A while later and after once again enjoying the scenic views of terraces looking onto the river, we arrived to Moselkern.

It became evident that we were not the only ones who set out on a trek to the castle, as we found ourselves walking towards the same direction with a substantial amount of people, but the group quickly broke down into subgroups going at their own pace.

It was not a problem though, as the path is very clearly signalled and we did not feel like we would get lost:

Signs for Burg Eltz
Signs for Burg Eltz

It first goes through the “core” of Moselkern, then its benevolent looking suburbs, and then sets down into a riverside pedestrian path, going in parallel to the Elzbach river, and I can imagine this path can be really exciting in wet weathers when you’re not wearing proper shoes.

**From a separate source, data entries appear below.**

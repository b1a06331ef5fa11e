package chain

// dotPlain is Σ x·w over the length of x, in eight sums so that additions need not wait for each other. Here and below
// float64(…) keeps products from being fused with sums, so that every machine computes the same.
func dotPlain(x []float32, w []float64) float64 {
	w = w[:len(x)]
	var s [8]float64
	for len(x) >= 8 && len(w) >= 8 {
		for j, v := range x[:8] {
			s[j] += float64(float64(v) * w[j])
		}
		x, w = x[8:], w[8:]
	}
	for j, v := range x {
		s[j%2] += float64(float64(v) * w[j])
	}
	return ((s[0] + s[2]) + (s[4] + s[6])) + ((s[1] + s[3]) + (s[5] + s[7]))
}

// addPlain adds t·x to w.
func addPlain(w []float64, t float64, x []float32) {
	w = w[:len(x)]
	for j, v := range x {
		w[j] += float64(t * float64(v))
	}
}
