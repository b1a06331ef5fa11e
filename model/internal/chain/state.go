package chain

import (
	"math"
	"slices"
)

// Status says how a run ended.
type Status uint8

// The ends of a run.
const (
	Limit      Status = iota // the epochs were used up
	Converged                // flags and weights stand still to the stage's tolerance, or J does
	NoProgress               // a continuation that did not lower J: the state is the start of it
)

// String gives the status's name.
func (s Status) String() string { return [...]string{"limit", "converged", "no progress"}[s] }

// State is where a run ended. Alpha and Keep are by entry of the problem's Rows; a dropped row has Alpha 0, and
// W = Σ αᵢyᵢxᵢ up to rounding unless the run was annealed without polish. It owns its slices.
type State struct {
	W      []float64 // Columns() weights: dense, then leaves
	Alpha  []float64
	Keep   []bool
	Q      float64
	J      float64
	Status Status

	// Collapsed says that the run dropped nearly all of one class: at this q the objective prefers that to telling the
	// classes apart. Runs avoid such points even at a lower J and end at one only if they met no other.
	Collapsed bool

	Epochs int // passes over the kept rows up to here
}

// Clone is a copy that shares nothing with s.
func (s *State) Clone() State {
	c := *s
	c.W, c.Alpha, c.Keep = slices.Clone(s.W), slices.Clone(s.Alpha), slices.Clone(s.Keep)
	return c
}

// Finite tells whether the objective is a number; a run on features that are not finite has none.
func (s *State) Finite() bool { return !math.IsNaN(s.J) && !math.IsInf(s.J, 0) }
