package chain

import (
	"math"
	"math/rand/v2"
)

// AnnealOptions sets an annealing run. DefaultAnneal gives all of it.
type AnnealOptions struct {
	Bits    int     // of a weight, 2 to 16
	Sweeps  int     // proposals a column and cooling
	Cycles  int     // coolings, each from the best point so far
	Hot     float64 // temperature at the start of a cooling, as a share of J at the run's start
	Cold    float64 // and at its end
	Polish  bool    // continue with continuous weights by dual ascent from the flags found
	Bounded bool    // range of weights ±1/√λ even if the start's objective proves a smaller one
}

// DefaultAnneal is 5-bit weights cooled once over 40 sweeps from 0.05 to 10⁻⁴ of J, and polish.
func DefaultAnneal() AnnealOptions {
	return AnnealOptions{Bits: 5, Sweeps: 40, Cycles: 1, Hot: .05, Cold: 1e-4, Polish: true}
}

// few is the number of columns up to which every accepted move, not only every sweep, is compared with the best.
const few = 64

// Annealed searches over weights of so many bits within ±√(J/λ), J the objective of the start, by single bit flips with
// chance min(1, exp(−ΔJ/T)) while T falls geometrically, and then polishes. from nil starts from zero weights, where
// J = 1. No weight of a better point can lie outside that range, since λ‖w‖² ≤ J. Without polish the state is the best
// point of the lattice met, its Alpha all zero. Cost O(Cycles·Sweeps·rows·(Dense+Trees)).
//
// Weights as bits follow arXiv:1205.1148, the cooling Kirkpatrick, Gelatt & Vecchi 1983.
func Annealed(p *Problem, q float64, from *State, opt AnnealOptions, rng *rand.Rand, s *Scratch) State {
	s.load(p, rng)
	start := 1.
	if from != nil {
		s.restore(from.Start())
		start = s.measure(q)
	}
	s.remember(s.measure(q))
	radius := math.Sqrt(start / p.Lambda)
	if opt.Bounded {
		radius = 1 / math.Sqrt(p.Lambda)
	}
	l := &s.lattice
	l.build(s, q, radius, opt.Bits)
	l.place(s.w)
	for range opt.Cycles {
		copy(l.code, l.best)
		l.measure()
		l.cool(opt, start, rng)
	}
	if !opt.Polish {
		return s.discrete(l, q)
	}
	return s.polish(l, q, rng)
}

// cool runs one cooling and a final descent.
func (l *lattice) cool(opt AnnealOptions, scale float64, rng *rand.Rand) {
	t := opt.Hot * scale
	factor := 1.
	if opt.Sweeps > 1 {
		factor = math.Pow(opt.Cold/opt.Hot, 1/float64(opt.Sweeps-1))
	}
	for range opt.Sweeps {
		for range l.used {
			c := l.used[rng.IntN(len(l.used))]
			if l.try(int(c), l.code[c]^1<<rng.IntN(l.bits), t, rng) && l.j < l.bestJ && len(l.used) <= few {
				l.mark()
			}
		}
		if l.j < l.bestJ {
			l.mark()
		}
		t *= factor
	}
	copy(l.code, l.best)
	l.measure()
	l.settle()
	l.mark()
}

// settle moves single weights, by one bit or one step, as long as that lowers J and for at most so many rounds.
func (l *lattice) settle() {
	const rounds = 20
	top := int32(1)<<l.bits - 1
	for range rounds {
		moved := false
		for _, c := range l.used {
			for b := range l.bits {
				moved = l.fall(int(c), l.code[c]^1<<b) || moved
			}
			moved = l.fall(int(c), min(top, l.code[c]+1)) || moved
			moved = l.fall(int(c), max(0, l.code[c]-1)) || moved
		}
		if !moved {
			return
		}
	}
}

// fall takes a code if it lowers J by more than rounding.
func (l *lattice) fall(c int, code int32) bool {
	before := l.j
	return code != l.code[c] && l.try(c, code, 0, nil) && l.j < before-1e-15
}

// discrete is the best point of the lattice as a state.
func (s *Scratch) discrete(l *lattice, q float64) State {
	copy(l.code, l.best)
	for c := range s.w {
		s.w[c] = 0
	}
	for _, c := range l.used {
		s.w[c] = l.weight(l.code[c])
	}
	clear(s.alpha)
	s.moved()
	j := s.measure(q)
	for i, m := range s.margin {
		s.keep[i] = m > q
	}
	return s.state(q, j, s.collapsed(), Limit)
}

// polish takes the flags of the best point of the lattice, solves for continuous weights with them held, from whatever
// α the run came with, and descends. It ends at the start if that is better.
func (s *Scratch) polish(l *lattice, q float64, rng *rand.Rand) State {
	const held, rounds, tolerance = 5, 20, 1e-2
	copy(l.code, l.best)
	l.measure()
	start := s.best.j
	copy(s.margin, l.margin)
	s.marginsAt = -1
	s.renew(q)
	s.ascendFrom(q, held*s.hold, tolerance, rng)
	status := s.cycleOut(Stage{Q: q, Tolerance: tolerance}, rounds*s.hold, rng)
	if s.best.j >= start {
		status = NoProgress
	}
	return s.end(q, status)
}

On the way to Burg Eltz: the Elzbach streaming under the greenery
On the way to Burg Eltz: the Elzbach streaming under the greenery

Eventually you cross the Elzbach (using a bridge) and the path starts climbing, with gentle inclines sometimes, a tad steeper other times. And you get distracted by the canopy of green and the ferns and mosses (or at least, I did).

You might also get stung by some evil nettles when you step aside to give way to oncoming hikers. The bastards (the nettles, not the people)!

Fortunately, Devvers put on the Healer hat and found another plant (Greater Plantain), whose leaves, rubbed against the itchy bump in my arm, reduced the swelling and itch.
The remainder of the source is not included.